Try it |
Reading the records below, find how many lines include the word "push" and give that number alone.

── Extracted information

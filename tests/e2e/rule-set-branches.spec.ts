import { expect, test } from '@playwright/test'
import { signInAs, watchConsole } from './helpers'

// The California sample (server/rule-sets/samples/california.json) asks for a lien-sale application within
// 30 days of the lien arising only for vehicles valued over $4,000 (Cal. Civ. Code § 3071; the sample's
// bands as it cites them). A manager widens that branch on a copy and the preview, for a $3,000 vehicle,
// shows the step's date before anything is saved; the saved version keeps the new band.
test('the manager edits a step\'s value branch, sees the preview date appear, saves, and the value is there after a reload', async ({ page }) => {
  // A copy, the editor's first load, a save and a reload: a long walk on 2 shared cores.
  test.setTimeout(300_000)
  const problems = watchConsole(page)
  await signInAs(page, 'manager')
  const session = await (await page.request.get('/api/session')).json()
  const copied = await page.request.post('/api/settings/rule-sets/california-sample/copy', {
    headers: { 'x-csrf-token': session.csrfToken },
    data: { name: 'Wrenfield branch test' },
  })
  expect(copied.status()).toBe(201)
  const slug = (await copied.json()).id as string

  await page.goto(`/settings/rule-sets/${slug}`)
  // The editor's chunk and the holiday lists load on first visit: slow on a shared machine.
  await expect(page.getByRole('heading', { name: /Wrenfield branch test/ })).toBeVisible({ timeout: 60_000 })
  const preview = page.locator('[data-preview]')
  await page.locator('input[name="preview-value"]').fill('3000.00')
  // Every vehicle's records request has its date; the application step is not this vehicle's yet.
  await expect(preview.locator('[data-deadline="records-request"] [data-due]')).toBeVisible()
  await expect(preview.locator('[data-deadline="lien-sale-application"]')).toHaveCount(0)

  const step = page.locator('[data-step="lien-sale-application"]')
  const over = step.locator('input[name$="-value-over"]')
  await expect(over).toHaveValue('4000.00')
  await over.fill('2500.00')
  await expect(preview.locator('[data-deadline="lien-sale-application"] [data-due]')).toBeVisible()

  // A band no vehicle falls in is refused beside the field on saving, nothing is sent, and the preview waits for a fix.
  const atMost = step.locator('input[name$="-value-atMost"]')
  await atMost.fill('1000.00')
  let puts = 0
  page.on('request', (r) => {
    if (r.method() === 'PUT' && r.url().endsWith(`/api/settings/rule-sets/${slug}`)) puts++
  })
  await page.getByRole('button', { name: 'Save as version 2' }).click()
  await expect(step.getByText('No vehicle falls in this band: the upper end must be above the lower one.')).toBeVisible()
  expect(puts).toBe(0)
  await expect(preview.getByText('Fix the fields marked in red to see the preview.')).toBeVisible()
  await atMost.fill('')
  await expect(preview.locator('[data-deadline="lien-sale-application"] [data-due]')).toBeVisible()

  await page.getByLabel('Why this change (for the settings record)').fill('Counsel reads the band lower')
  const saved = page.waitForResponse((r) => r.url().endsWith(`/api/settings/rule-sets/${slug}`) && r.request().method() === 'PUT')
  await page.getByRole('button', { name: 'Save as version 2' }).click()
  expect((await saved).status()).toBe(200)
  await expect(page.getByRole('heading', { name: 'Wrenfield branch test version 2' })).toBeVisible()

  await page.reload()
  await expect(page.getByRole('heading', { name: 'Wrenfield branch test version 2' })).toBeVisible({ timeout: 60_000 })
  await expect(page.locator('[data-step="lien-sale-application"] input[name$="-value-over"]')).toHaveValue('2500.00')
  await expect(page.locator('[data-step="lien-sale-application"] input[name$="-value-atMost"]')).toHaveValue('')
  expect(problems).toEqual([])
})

────
── Extracted information

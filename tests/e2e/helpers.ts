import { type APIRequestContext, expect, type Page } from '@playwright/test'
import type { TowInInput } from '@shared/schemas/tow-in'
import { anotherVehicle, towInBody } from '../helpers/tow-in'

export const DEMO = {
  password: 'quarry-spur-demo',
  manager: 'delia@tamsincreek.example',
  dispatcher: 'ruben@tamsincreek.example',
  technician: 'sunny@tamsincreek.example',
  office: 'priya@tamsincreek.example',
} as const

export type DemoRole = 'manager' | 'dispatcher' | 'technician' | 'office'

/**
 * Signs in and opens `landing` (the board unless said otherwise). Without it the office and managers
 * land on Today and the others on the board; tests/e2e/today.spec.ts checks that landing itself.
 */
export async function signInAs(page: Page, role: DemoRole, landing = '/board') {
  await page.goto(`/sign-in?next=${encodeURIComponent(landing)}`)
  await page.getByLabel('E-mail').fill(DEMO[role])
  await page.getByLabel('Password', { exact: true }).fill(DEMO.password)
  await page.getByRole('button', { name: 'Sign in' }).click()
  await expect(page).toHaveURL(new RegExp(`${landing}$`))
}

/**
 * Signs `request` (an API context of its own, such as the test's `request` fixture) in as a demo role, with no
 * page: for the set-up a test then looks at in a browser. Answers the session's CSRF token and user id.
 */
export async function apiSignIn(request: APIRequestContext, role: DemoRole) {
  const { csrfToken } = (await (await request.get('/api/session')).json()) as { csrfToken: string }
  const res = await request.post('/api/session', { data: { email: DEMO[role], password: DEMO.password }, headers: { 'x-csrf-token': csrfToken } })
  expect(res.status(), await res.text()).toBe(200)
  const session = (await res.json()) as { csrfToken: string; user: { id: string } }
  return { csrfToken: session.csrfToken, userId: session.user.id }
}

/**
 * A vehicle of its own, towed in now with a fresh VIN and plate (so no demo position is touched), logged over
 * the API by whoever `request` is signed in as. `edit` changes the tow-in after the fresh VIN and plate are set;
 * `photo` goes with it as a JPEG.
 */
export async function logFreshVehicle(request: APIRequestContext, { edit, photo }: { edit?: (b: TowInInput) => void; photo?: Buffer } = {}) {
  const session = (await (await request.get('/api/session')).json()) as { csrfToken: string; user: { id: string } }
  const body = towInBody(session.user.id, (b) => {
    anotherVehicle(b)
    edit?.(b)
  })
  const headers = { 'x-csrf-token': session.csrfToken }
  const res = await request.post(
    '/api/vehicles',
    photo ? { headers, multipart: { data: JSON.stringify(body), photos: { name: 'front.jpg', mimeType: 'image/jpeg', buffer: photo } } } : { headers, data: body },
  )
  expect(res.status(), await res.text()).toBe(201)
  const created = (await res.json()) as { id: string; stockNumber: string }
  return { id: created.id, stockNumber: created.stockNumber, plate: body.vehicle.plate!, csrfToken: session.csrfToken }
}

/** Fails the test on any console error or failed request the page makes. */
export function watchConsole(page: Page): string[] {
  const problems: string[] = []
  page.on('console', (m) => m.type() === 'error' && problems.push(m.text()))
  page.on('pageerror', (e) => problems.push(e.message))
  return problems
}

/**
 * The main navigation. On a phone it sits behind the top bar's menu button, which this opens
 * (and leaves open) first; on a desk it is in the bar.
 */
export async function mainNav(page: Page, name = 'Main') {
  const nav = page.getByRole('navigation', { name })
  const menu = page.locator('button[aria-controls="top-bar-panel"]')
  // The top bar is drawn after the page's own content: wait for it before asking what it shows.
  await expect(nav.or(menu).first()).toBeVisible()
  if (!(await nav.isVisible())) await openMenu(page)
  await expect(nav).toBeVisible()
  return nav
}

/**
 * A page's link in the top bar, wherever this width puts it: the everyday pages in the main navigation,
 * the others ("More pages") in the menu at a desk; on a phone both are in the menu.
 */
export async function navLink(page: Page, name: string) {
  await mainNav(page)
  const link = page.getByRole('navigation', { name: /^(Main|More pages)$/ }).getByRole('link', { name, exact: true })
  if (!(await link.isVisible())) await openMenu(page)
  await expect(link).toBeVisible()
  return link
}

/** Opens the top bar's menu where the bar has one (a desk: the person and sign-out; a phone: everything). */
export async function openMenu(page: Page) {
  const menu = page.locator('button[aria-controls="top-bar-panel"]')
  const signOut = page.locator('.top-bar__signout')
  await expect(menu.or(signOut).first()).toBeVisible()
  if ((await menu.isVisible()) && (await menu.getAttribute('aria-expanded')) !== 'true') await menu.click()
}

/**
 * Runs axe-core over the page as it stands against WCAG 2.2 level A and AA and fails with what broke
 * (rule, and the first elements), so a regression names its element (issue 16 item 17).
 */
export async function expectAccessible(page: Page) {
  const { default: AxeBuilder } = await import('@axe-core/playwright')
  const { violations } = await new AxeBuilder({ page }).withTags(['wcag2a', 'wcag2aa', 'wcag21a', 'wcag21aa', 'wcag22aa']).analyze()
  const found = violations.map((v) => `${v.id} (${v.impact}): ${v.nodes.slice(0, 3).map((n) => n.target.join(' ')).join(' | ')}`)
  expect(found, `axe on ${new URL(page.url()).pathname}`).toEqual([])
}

────

Solution to this problem |
2